What needs to be done
Copy each line of the records that includes "owner".

Saved data entries
-- Opening Marker --
#[derive(Debug, Clone, Serialize)]
pub struct ModelScore {
    pub name: String,
    /// True for the built-in zero-effect and constant-effect models.
    pub baseline: bool,
    pub rank: usize,
    /// Every estimator's score, one field each in JSON. Corrected PEHE, the
    /// first, is a lower estimate of PEHE: see `caveat`.
    #[serde(flatten)]
    pub scores: Scores,
    /// corrected PEHE of this model minus that of constant-effect (negative:
    /// lower error than treating everyone alike).
    pub vs_constant: VsConstant,
    /// Share of draws around the estimates in which the model is lowest;
    /// overstates the front-runner when models tie (see `chance_lowest`).
    pub draw_share: f64,
    /// Empirical-Bayes chance that the model has the lowest true error:
    /// near 1/m when the models tie.
    pub chance_lowest: f64,
    pub in_best_set: bool,
    pub policy_gain: PolicyGain,
    /// This model's policy gain minus the front-runner's (above 0: its
    /// targeting is worth more per unit), with a pointwise interval and a
    /// joint one over the board's comparisons with the front-runner
    /// (Bonferroni); None on the front-runner's own row and where a pass
    /// keeps no decisions.
    #[serde(skip_serializing_if = "Option::is_none")]
    pub policy_vs_front_runner: Option<Difference>,
    pub autoc: Estimate,
    pub qini: Estimate,
    /// BLP slope; null when the predictions do not vary.
    pub blp_slope: Option<Estimate>,
    pub calibration: Calibration,
}

#[derive(Debug, Clone, Serialize)]
pub struct PairwiseDifference {
    pub first: String,
    pub second: String,
    /// corrected PEHE of `first` minus that of `second`.
    #[serde(flatten)]
    pub difference: Difference,
}

#[derive(Debug, Clone, Serialize)]
pub struct AteSummary {
    pub estimate: f64,
    pub se: f64,
    pub ci_low: f64,
    pub ci_high: f64,
}

#[derive(Debug, Clone, Serialize)]
pub struct Scoreboard {
    pub n_units: usize,
    pub n_treated: usize,
    pub n_control: usize,
    pub ate: AteSummary,
    pub front_runner: String,
    /// The front-runner's difference from constant-effect, selection-adjusted.
    pub front_runner_vs_constant: SelectionAdjusted,
    /// Max-t critical value behind every model's `vs_constant.joint_*`.
    pub joint_critical_value: f64,
    pub best_set: Vec<String>,
    /// True when models are registered and none beats constant-effect
    /// significantly (Holm); false with no registered model.
    pub no_detectable_heterogeneity: bool,
    pub alpha: f64,
    pub cost: f64,
    pub models: Vec<ModelScore>,
    /// Units the rank and calibration metrics (autoc, qini, blp_slope,
    /// calibration) were computed on: `n_units`, except in a growing window
    /// whose ranks are refreshed when it has grown by a set share, where
    /// it can be fewer (see [`RankMetrics`]).
    pub rank_metrics_units: usize,
    /// Every pair among the `pairwise_top` top-ranked models, then the
    /// front-runner against each model below them, by rank.
    pub pairwise: Vec<PairwiseDifference>,
    pub overlap: OverlapReport,
    pub nuisance: Option<NuisanceReport>,
    pub caveat: &'static str,
    /// One-sided 95% lower bounds on each model's PEHE and RMSE that hold
    /// whatever the nuisance models' quality (up to the product-of-errors
    /// term), where the corrected PEHE alone is only a lower estimate (see
    /// [`level`](super::level)). Filled by [`evaluate`], which knows the
    /// cross-fit's folds; None from the other paths.
    #[serde(skip_serializing_if = "Option::is_none")]
    pub levels: Option<LevelReport>,
    /// The cross-fitted convex blend of the registered models and its
    /// held-out error (see [`blend`](super::blend)): filled by [`evaluate`]
    /// when at least two models are registered, None elsewhere.
    #[serde(skip_serializing_if = "Option::is_none")]
    pub blend: Option<BlendReport>,
}
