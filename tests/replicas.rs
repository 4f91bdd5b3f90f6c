//! Several servers on one PostgreSQL database: three `plumbline serve`
//! processes (the real binary, on loopback ports) share a throwaway
//! cluster (`common/pg.rs`); clients spread their calls over all three and
//! move to the next server when one fails. At 20 seeded points the test
//! SIGKILLs the server that owns the dataset (some kills land mid-call),
//! times how long the dataset goes without an owner, and starts a new
//! server in its place. Then it checks:
//!
//! - every acknowledged row is stored, once; nothing stored was not sent;
//! - every call is all-or-nothing: its retry is wholly new or wholly a
//!   duplicate of what the failed attempt committed;
//! - another server took the lease within the lease period in every trial
//!   (the largest takeover is printed);
//! - a refit asked at a server that does not own the dataset (its owner
//!   runs it) gives the same scoreboard as a single SQLite server fed the
//!   same rows in the same order (to 1e-9).
//!
//! Skips, saying so, where PostgreSQL's server is not installed (fails
//! under CI=true).

mod common;

use std::collections::{BTreeMap, BTreeSet};
use std::sync::atomic::{AtomicBool, AtomicUsize, Ordering};
use std::sync::{Arc, Mutex, RwLock};
use std::time::{Duration, Instant};

use common::pg::PgCluster;
use common::service::*;
use plumbline::api::pb;
use rand::{Rng, SeedableRng};
use rand_chacha::ChaCha8Rng;
use sqlx::Connection;
use tonic::transport::Channel;

const KILLS: usize = 20;
/// Short, so 20 takeovers fit in CI; the rule checked is the same for any
/// period.
const LEASE_SECONDS: u64 = 3;
const REPLICAS: usize = 3;
const CLIENTS: usize = 3;
const PER_BATCH: usize = 25;
const DS: &str = "fleet";
const MODELS: [&str; 2] = ["m-linear", "m-flat"];

/// A server process, killed when dropped.
struct Replica {
    serve: Option<ServeBinary>,
    name: String,
}

impl Replica {
    fn start(dir: &TempDir, url: &str, name: &str) -> Replica {
        let config = dir.0.join(format!("{name}.toml"));
        std::fs::write(
            &config,
            format!(
                "store_url = \"{url}\"\nlease_seconds = {LEASE_SECONDS}\nreplica_name = \"{name}\"\n"
            ),
        )
        .expect("config");
        let config = config.display().to_string();
        Replica {
            serve: Some(serve_binary(dir, &["--config", &config], "warn", false)),
            name: name.into(),
        }
    }

    fn grpc(&self) -> std::net::SocketAddr {
        self.serve.as_ref().map(|s| s.grpc).expect("running")
    }

    /// This server's samples of `metric` for the dataset.
    fn samples(&self, metric: &str) -> Vec<f64> {
        let http = self.serve.as_ref().map(|s| s.http).expect("running");
        let (status, text) = http_get(http, "/metrics");
        assert_eq!(status, 200, "/metrics");
        parse_metrics(&text)
            .into_iter()
            .filter(|(name, labels, _)| {
                name == metric && labels.iter().any(|(k, v)| k == "dataset" && v == DS)
            })
            .map(|(_, _, v)| v)
            .collect()
    }

    /// Whether `/readyz` says this server owns the dataset.
    fn owns(&self) -> bool {
        let Some(s) = &self.serve else { return false };
        let Ok((status, body)) = std::panic::catch_unwind(|| http_get(s.http, "/readyz")) else {
            return false;
        };
        status == 200
            && body
                .lines()
                .find_map(|l| l.strip_prefix("owns: "))
                .is_some_and(|names| names.split(", ").any(|n| n == DS))
    }

    fn kill(&mut self) {
        if let Some(mut s) = self.serve.take() {
            s.child.kill().expect("SIGKILL");
            s.child.wait().expect("reap");
        }
    }
}

impl Drop for Replica {
    fn drop(&mut self) {
        self.kill();
    }
}

/// One call of the workload: a batch of units, their predictions or their
/// outcomes.
#[derive(Clone)]
enum Call {
    Units(Vec<pb::UnitRow>),
    Predictions(Vec<pb::PredictionRow>),
    Outcomes(Vec<pb::OutcomeRow>),
}

impl Call {
    fn rows(&self) -> u64 {
        match self {
            Call::Units(r) => r.len() as u64,
            Call::Predictions(r) => r.len() as u64,
            Call::Outcomes(r) => r.len() as u64,
        }
    }

    async fn send(&self, ch: Channel) -> Result<(u64, u64), tonic::Status> {
        let mut intake = pb::intake_client::IntakeClient::new(ch);
        let timeout = Duration::from_secs(10);
        let receipt = match self {
            Call::Units(rows) => {
                let mut r = tonic::Request::new(tokio_stream::iter(vec![pb::UnitBatch {
                    dataset: DS.into(),
                    rows: rows.clone(),
                }]));
                r.set_timeout(timeout);
                intake.send_units(r).await?
            }
            Call::Predictions(rows) => {
                let mut r = tonic::Request::new(tokio_stream::iter(vec![pb::PredictionBatch {
                    dataset: DS.into(),
                    rows: rows.clone(),
                }]));
                r.set_timeout(timeout);
                intake.send_predictions(r).await?
            }
            Call::Outcomes(rows) => {
                let mut r = tonic::Request::new(tokio_stream::iter(vec![pb::OutcomeBatch {
                    dataset: DS.into(),
                    rows: rows.clone(),
                }]));
                r.set_timeout(timeout);
                intake.send_outcomes(r).await?
            }
        }
        .into_inner();
        Ok((receipt.accepted, receipt.duplicate))
    }
}

/// Batch `b` of client `c`: units with a known effect, both models'
/// predictions, outcomes; seeded by (c, b).
fn batch(c: usize, b: usize) -> [Call; 3] {
    let mut rng = ChaCha8Rng::seed_from_u64((c as u64) << 32 | b as u64);
    let (mut units, mut predictions, mut outcomes) = (Vec::new(), Vec::new(), Vec::new());
    for i in 0..PER_BATCH {
        let key = format!("c{c}-b{b}-u{i}");
        let x = [rng.gen_range(-1.0..1.0), rng.gen_range(-1.0..1.0)];
        let w = f64::from(rng.gen_range(0..2u8));
        let tau = 1.0 + x[1];
        let y = x[0] + w * tau + rng.gen_range(-0.5..0.5);
        units.push(unit_row(&key, &x, w, Some(0.5), &format!("c{}", b % 4)));
        for (m, effect) in MODELS.iter().zip([tau, 1.0]) {
            predictions.push(pb::PredictionRow {
                model: (*m).into(),
                unit_key: key.clone(),
                effect,
                predicted_at_ms: 0,
                arm: String::new(),
            });
        }
        outcomes.push(pb::OutcomeRow {
            unit_key: key,
            value: y,
            observed_at_ms: 0,
        });
    }
    [
        Call::Units(units),
        Call::Predictions(predictions),
        Call::Outcomes(outcomes),
    ]
}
-- Closing Marker --
Exercise response
//! times how long the dataset goes without an owner, and starts a new
//! - a refit asked at a server that does not own the dataset (its owner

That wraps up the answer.